Fast Escape, Slow Convergence: Learning Dynamics of Phase Retrieval under Power-Law Data
Guillaume Braun, Bruno Loureiro, Ha Quang Minh, Masaaki Imaizumi
TL;DR
This work analyzes the learning dynamics of nonlinear phase retrieval under anisotropic, power-law spectra and shows that anisotropy induces an infinite hierarchy of coupled summary statistics. By combining a Duhamel representation with a Volterra reduction, the authors reveal a universal three-phase learning trajectory: fast escape from mediocrity, slower convergence of macroscopic statistics, and spectral-tail learning in low-variance directions.
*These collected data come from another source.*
def _check_assets(portfolio: str, incoming: pd.DataFrame, held: pd.DataFrame, source: str) -> None:
    if len(held.columns):
        unknown = [a for a in incoming.columns if a not in held.columns]
        if unknown:
            j = list(incoming.columns).index(unknown[0])
            sent_on = incoming.index[incoming.iloc[:, j].notna().to_numpy()]
            day = _day(sent_on[0] if len(sent_on) else incoming.index[0])
            raise DataError(
                f"{source}: asset {unknown[0]!r} (date {day}) is not one of portfolio {portfolio!r}'s "
                f"{len(held.columns)} assets ({_names(list(held.columns))}); "
                "a portfolio's assets are fixed by its first prices -- check the asset's code, or create another "
                "portfolio for a new set of assets"
            )
    elif incoming.shape[1] < MIN_ASSETS:
        raise DataError(
            f"{source}: portfolio {portfolio!r} has no prices yet, and its first prices name {incoming.shape[1]} "
            f"asset(s) ({', '.join(incoming.columns)}) from date {_day(incoming.index[0])}; a portfolio's assets are "
            f"fixed by its first prices and at least {MIN_ASSETS} are needed -- send every asset of the portfolio"
        )


def _plan(
    portfolio: str,
    incoming: pd.DataFrame,
    held: pd.DataFrame,
    correction: bool,
    source: str,
    counted_until: date | None,
    book: DayBook,
    first_held: date | None = None,
    last_held: date | None = None,
) -> _Plan:
    _check_assets(portfolio, incoming, held, source)
    if not len(held.columns):  # a new portfolio: its assets in name order, however the first prices came
        incoming = incoming[sorted(incoming.columns)]
    columns = list(held.columns) if len(held.columns) else list(incoming.columns)
    for asset in incoming.columns:
        last = book.delisted.get(asset)
        if last is None:
            continue
        late = incoming.index[(incoming.index > pd.Timestamp(last)) & incoming[asset].notna().to_numpy()]
        if len(late):
            raise DataError(
                f"{source}: asset {asset!r} has a price on {_day(late[0])}, after its last trading day {last} "
                f"(it is delisted from portfolio {portfolio!r}); leave it out of days after {last}"
            )
    if len(held.index) or last_held is not None:
        # held may be only the body's span (the bounded path): then the archive's first and last dates are given
        first = first_held or _day(held.index[0])
        last_day = pd.Timestamp(last_held if last_held is not None else held.index[-1])
        inside = incoming.index[(incoming.index < last_day) & ~incoming.index.isin(held.index)]
        if len(inside):
            raise DataError(
                f"{source}: date {_day(inside[0])} (asset {incoming.columns[0]!r}) was never a trading day of "
                f"portfolio {portfolio!r}: it falls inside the archived history ({first} to "
                f"{_day(last_day)}) but has no prices there, and windows count trading days -- check the date; "
                f"only days after {_day(last_day)} can be added (rerun the portfolio over the full history to "
                "change its calendar)"
            )
    overlap = incoming.index.intersection(held.index)
    sent = incoming.loc[overlap].to_numpy(dtype=float)
    kept = held.loc[overlap, list(incoming.columns)].to_numpy(dtype=float) if len(overlap) else sent.copy()
    counted = (
        np.zeros(len(overlap), dtype=bool)
        if counted_until is None
        else np.asarray(overlap <= pd.Timestamp(counted_until), dtype=bool)
    )
    differs = ~np.isnan(sent) & ~(sent == kept)
    fills = differs & np.isnan(kept) & ~counted[:, None]  # the rest of a pending day: not a revision
    revised = differs & ~fills
    if revised.any() and not correction:
        i, j = np.argwhere(revised)[0]
        archived = "missing" if np.isnan(kept[i, j]) else f"{kept[i, j]:g}"
        raise ConflictError(
            f"{source}: asset {incoming.columns[j]!r} on {_day(overlap[i])}: archived {archived}, sent "
            f"{sent[i, j]:g} ({int(revised.sum())} price(s) differ from the archive); send revised prices with "
            "correction=true to archive them as corrections (the archived ones are kept)"
        )
    table = held.copy() if len(held.columns) else pd.DataFrame(columns=columns, dtype=float)
    if differs.any():
        table.loc[overlap, list(incoming.columns)] = np.where(differs, sent, kept)
    if len(overlap):  # a missing price never replaces an archived one: such a cell is sent as archived
        incoming = incoming.copy()
        incoming.loc[overlap] = np.where(np.isnan(sent) & ~np.isnan(kept), kept, sent)
    fresh = incoming.loc[incoming.index.difference(held.index)].reindex(columns=columns)
    if len(fresh):
        table = pd.concat([table, fresh]) if len(table) else fresh.copy()
    table.index.name = "date"
    table.columns.name = "asset"
    # every piece passed validation (the request at the edge, the archive's prices on their way in):
    # the tables made of them are marked so, and are not checked again downstream
    return _Plan(
        table=ValidPrices.of_validated_parts(table),
        sent=ValidPrices.of_validated_parts(incoming),
        corrections=int(revised.sum()),
        unchanged=int((~np.isnan(sent) & (sent == kept)).sum()),
    )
They derive explicit MSE scaling laws tied to the spectral exponent $a$, supported by numerical experiments, and provide a rigorous framework bridging nonlinear regression with anisotropic data to neural scaling phenomena. The results illuminate how spectral tails reshape learning dynamics and establish the first rigorous scaling laws for nonlinear regression with anisotropic inputs, offering a potential path to understanding broader learning systems under realistic data spectra.
Abstract
Scaling laws describe how learning performance improves with data, compute, or training time, and have become a central theme in modern deep learning. We study this phenomenon in a canonical nonlinear model: phase retrieval with anisotropic Gaussian inputs whose covariance spectrum follows a power law. Unlike the isotropic case, where dynamics collapse to a two-dimensional system, anisotropy yields a qualitatively new regime in which an infinite hierarchy of coupled equations governs the evolution of the summary statistics. We develop a tractable reduction that reveals a three-phase trajectory: (i) fast escape from low alignment, (ii) slow convergence of the summary statistics, and (iii) spectral-tail learning in low-variance directions. From this decomposition, we derive explicit scaling laws for the mean-squared error, showing how spectral decay dictates convergence times and error curves. Experiments confirm the predicted phases and exponents. These results provide the first rigorous characterization of scaling laws in nonlinear regression with anisotropic data, highlighting how anisotropy reshapes learning dynamics.